## WORK TASK
Only one portion of the data is to be written out: from the line bearing "fast each is." through the line bearing "def run(store: ModelStore, mechanism: str, rounds: int)". Write it exactly as it appears.

(Entries taken from a collection)
*** Begin section ***
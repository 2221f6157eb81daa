#!/usr/bin/env python3
"""Which page-in mechanism keeps copied file pages out of the resident set, and how fast each is.

For each mechanism, every expert of the model is paged into one preallocated,
page-aligned slot (warm: the file is in the OS page cache), and the process's
resident-set growth (psutil) and copy bandwidth are measured side by side:

  pread          os.preadv into the slot (the engine's default: ModelStore.page_in)
  mmap+madvise   the engine's mmap mechanism: copy from a read-only map, then release the
                 copied range, widened to the kernel's fault-around window (ModelStore.page_in)
  mmap           copy from a read-only map and leave it (for contrast)

It imports ``_bench`` first, before numpy and moerun: one BLAS thread, and the helpers the
benchmarks share.
"""

from __future__ import annotations

import argparse
import json
import mmap
import time

import _bench  # noqa: F401  (first: one BLAS thread before numpy is imported)
import numpy as np
import psutil

import moerun
from moerun.files.store import ModelStore
from moerun.runtime.sources import aligned_block


def run(store: ModelStore, mechanism: str, rounds: int) -> dict:
    """Page every expert into one slot ``rounds`` times; the first two mechanisms are the engine's own page_in."""
    proc = psutil.Process()
    slot, _raw = aligned_block(store.expert_nbytes)
    ranges = [(r.layer, r.expert, r.start, r.nbytes) for row in store.ranges for r in row]
    plain = None
    if mechanism == "mmap":  # for contrast only: copy from a map and never release it
        plain = mmap.mmap(store._fd, 0, prot=mmap.PROT_READ)
    else:
        store.set_mechanism("pread" if mechanism == "pread" else "mmap")
    for layer, e, _, _ in ranges:  # warm the page cache
        store._read(store.ranges[layer][e].start, store.expert_nbytes)
    base = proc.memory_info().rss
    peak = base
    t0 = time.perf_counter()
    for _ in range(rounds):
        for layer, e, start, nbytes in ranges:
            if plain is None:
                store.page_in(layer, e, slot)
            else:
                np.copyto(slot[:nbytes], np.frombuffer(plain, np.uint8, nbytes, start))
        peak = max(peak, proc.memory_info().rss)
    dt = time.perf_counter() - t0
    if plain is not None:
        plain.close()
    moved = rounds * len(ranges) * store.expert_nbytes
    return {"mechanism": mechanism, "rss_growth_bytes": peak - base, "gb_s": moved / dt / 1e9,
            "expert_bytes": store.expert_nbytes, "pageins": rounds * len(ranges)}


def main() -> int:
    ap = argparse.ArgumentParser(description=__doc__, formatter_class=argparse.RawDescriptionHelpFormatter)
    ap.add_argument("--model", default=None)
    ap.add_argument("--rounds", type=int, default=20)
    ap.add_argument("--json", action="store_true")
    a = ap.parse_args()
    store = ModelStore.open(a.model or moerun.default_model_dir())
    rows = [run(store, mech, a.rounds) for mech in ("pread", "mmap+madvise", "mmap")]
    file_bytes = store.expert_total_nbytes
    store.close()
    if a.json:
        print(json.dumps({"experts_total_bytes": file_bytes, "results": rows}, indent=2))
        return 0
    print(f"every expert paged into one slot, {a.rounds} rounds, warm page cache; experts total {file_bytes / 2**20:.1f} MiB")
    print(f"{'mechanism':<14}{'RSS growth':>12}{'GB/s':>8}")
    for r in rows:
        print(f"{r['mechanism']:<14}{r['rss_growth_bytes'] / 2**20:>8.1f} MiB{r['gb_s']:>8.2f}")
    return 0


if __name__ == "__main__":
    raise SystemExit(main())
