def save_npz(path: Path, arrays: dict[str, np.ndarray]) -> None:
    """An .npz (a zip of .npy files, numpy's format) with fixed entry dates, so the bytes are reproducible."""
    with zipfile.ZipFile(path, "w", compression=zipfile.ZIP_STORED) as zf:
        for name in sorted(arrays):
            buf = io.BytesIO()
            np.lib.format.write_array(buf, np.ascontiguousarray(arrays[name]), allow_pickle=False)
            info = zipfile.ZipInfo(name + ".npy", date_time=(1980, 1, 1, 0, 0, 0))
            info.external_attr = 0o644 << 16
            zf.writestr(info, buf.getvalue())


def sha256(path: Path) -> str:
    return hashlib.sha256(path.read_bytes()).hexdigest()


# --------------------------------------------------------------------------------------------------------- main


def build_arch(arch: str, tok: Tokenizer, seqs: list[list[int]], out: Path, specs=None) -> dict[str, dict]:
    """Write the variants of one model type under `out` (one directory each); returns their manifest entries."""
    model, seed, tries = choose_model(arch, seqs)
    entries: dict[str, dict] = {}
    refs: dict[str, dict[str, np.ndarray]] = {}
    for spec in specs or VARIANTS[arch]:
        name = f"{arch}-{spec[0]}"
        d = out / name
        entry = write_variant(model, tok, arch, spec, d)
        arrays, info = reference(d, seqs)
        save_npz(d / "reference.npz", arrays)
        entry.update(seed=seed, seed_tries=tries, **info)
        entry["reference_arrays"] = {k: {"shape": list(v.shape), "dtype": str(v.dtype)} for k, v in sorted(arrays.items())}
        entry["files"] = {f.name: {"bytes": f.stat().st_size, "sha256": sha256(f)} for f in sorted(d.iterdir())}
        entries[name] = entry
        refs[name] = arrays
    # variants with the same weights must give the same logits whatever the layout, shards or config spelling
    by_dtype: dict[str, list[str]] = {}
    for name, e in entries.items():
        by_dtype.setdefault(e["dtype"], []).append(name)
    for names in by_dtype.values():
        for other in names[1:]:
            for k in refs[names[0]]:
                diff = float(np.max(np.abs(refs[names[0]][k].astype(np.float64) - refs[other][k])))
                if diff > SAME_WEIGHTS_TOL:
                    raise FixtureError(f"{names[0]} and {other} hold the same weights but {k} differs by {diff:.3g}")
    return entries


def build_all(out: Path) -> dict:
    tok = train_tokenizer()
    seqs = prompt_ids(tok)
    variants: dict[str, dict] = {}
    for arch in ARCHS:
        variants.update(build_arch(arch, tok, seqs, out))
    return {
        "about": "Tiny random open MoE checkpoints and the transformers library's float32 eager reference outputs "
                 "(issue 22). Random weights: generated text means nothing and is not advice.",
        "command": COMMAND,
        "versions": {"transformers": transformers.__version__, "torch": torch.__version__,
                     "tokenizers": tokenizers.__version__, "safetensors": safetensors.__version__,
                     "numpy": np.__version__, "python": platform.python_version()},
        "reference": {"load": 'from_pretrained(dir, dtype=torch.float32, attn_implementation="eager", '
                              'experts_implementation="eager")',
                      "logits": "logits_{i}: float32 [len(tokens_{i}), vocab], one forward of tokens_{i} (no batch)",
                      "greedy": f"greedy_{{i}}: {GREEDY_STEPS} tokens, argmax of the last position of a full "
                                "forward, repeated; not stopped at EOS"},
        "margins": {"router": "k-th minus (k+1)-th router logit, min over every MoE layer and token of every "
                              "sequence and its continuation",
                    "greedy": "best minus second-best next-token logit, min over every greedy step",
                    "router_min_required": ROUTER_MARGIN_MIN, "greedy_min_required": GREEDY_MARGIN_MIN},
        "init": {"weights_std": WEIGHT_STD, "router_std": ROUTER_STD, "lm_head_std": LM_HEAD_STD, "norm": f"1 + {NORM_SPREAD} * N(0,1)",
                 "bias_std": BIAS_STD},
        "tokenizer": {"kind": "byte-level BPE (tokenizers library), no prefix space", "vocab_size": VOCAB_SIZE,
                      "bos": [BOS, BOS_ID], "eos": [EOS, EOS_ID]},
        "prompts": PROMPTS,
        "observed": observed_notes(variants),
        "variants": variants,
    }


def observed_notes(variants: dict[str, dict]) -> dict[str, str]:
    """What the installed library actually wrote, in words (from the files, not from its documentation)."""
    notes = {}
    for name, v in variants.items():
        shapes = ", ".join(f"{k} {v['expert_tensors_example'][k]}" for k in v["expert_tensors_example"])
        key = "save_original_format=False" if v["layout"] == "fused" else "save_original_format=True (default)"
        notes.setdefault(key, f"{name}: {shapes}")
        if v["sharded"]:
            notes.setdefault(f"max_shard_size ({v['layout']})",
                             f"{name}: {len(v['weight_files'])} files; {len(v['straddling_experts'])} experts straddle "
                             "files (see the index's weight_map)")
    return notes


def write_all(out: Path) -> dict:
    """Build everything in a temporary directory next to `out`, then replace `out` (nothing is written on failure)."""
    out = out.resolve()
    out.parent.mkdir(parents=True, exist_ok=True)
    keep = [p for p in (out / "README.md",) if p.exists()]
    with tempfile.TemporaryDirectory(dir=out.parent) as tmp:
        stage = Path(tmp) / "open"
        stage.mkdir()
        manifest = build_all(stage)
        (stage / "manifest.json").write_text(json.dumps(manifest, indent=2) + "\n")
        for p in keep:
            shutil.copy2(p, stage / p.name)
        if out.exists():
            shutil.rmtree(out)
        shutil.move(str(stage), str(out))
    return manifest


def compare_trees(a: Path, b: Path) -> list[str]:
    diffs = []
    names = sorted({p.relative_to(a) for p in a.rglob("*") if p.is_file()} | {p.relative_to(b) for p in b.rglob("*") if p.is_file()})
    for rel in names:
        if rel.name == "README.md":
            continue
        if not (a / rel).exists() or not (b / rel).exists() or not filecmp.cmp(a / rel, b / rel, shallow=False):
            diffs.append(str(rel))
    return diffs


def main(argv=None) -> int:
    ap = argparse.ArgumentParser(description=__doc__.splitlines()[0])
    ap.add_argument("--out", type=Path, default=Path("tests/fixtures/open"))
    ap.add_argument("--check", action="store_true",
                    help="rebuild into a temporary directory and compare every byte with --out instead of writing")
    args = ap.parse_args(argv)
    try:
        if args.check:
            with tempfile.TemporaryDirectory() as tmp:
                write_all(Path(tmp) / "open")
                diffs = compare_trees(args.out, Path(tmp) / "open")
            if diffs:
                print(f"differ from {args.out}: {', '.join(diffs)}")
                return 1
            print(f"rebuilt: every file equal to {args.out}")
            return 0
        manifest = write_all(args.out)
    except FixtureError as e:
        print(f"make_open_fixtures: {e}", file=sys.stderr)
        return 2
    for name, v in manifest["variants"].items():
        print(f"{name:32s} {v['dtype']:9s} {v['layout']:10s} {'sharded' if v['sharded'] else 'single':8s} "
              f"{v['config_spelling']:4s} router margin {v['min_router_margin']:.3f} greedy {v['min_greedy_margin']:.3f}")
    return 0


if __name__ == "__main__":
    sys.exit(main())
*** End section ***
## SOLUTION TO THE EXERCISE
"""Which page-in mechanism keeps copied file pages out of the resident set, and how fast each is.

For each mechanism, every expert of the model is paged into one preallocated,
page-aligned slot (warm: the file is in the OS page cache), and the process's
resident-set growth (psutil) and copy bandwidth are measured side by side:

  pread          os.preadv into the slot (the engine's default: ModelStore.page_in)
  mmap+madvise   the engine's mmap mechanism: copy from a read-only map, then release the
                 copied range, widened to the kernel's fault-around window (ModelStore.page_in)
  mmap           copy from a read-only map and leave it (for contrast)

It imports ``_bench`` first, before numpy and moerun: one BLAS thread, and the helpers the
benchmarks share.
"""

from __future__ import annotations

import argparse
import json
import mmap
import time

import _bench  # noqa: F401  (first: one BLAS thread before numpy is imported)
import numpy as np
import psutil

import moerun
from moerun.files.store import ModelStore
from moerun.runtime.sources import aligned_block


def run(store: ModelStore, mechanism: str, rounds: int) -> dict:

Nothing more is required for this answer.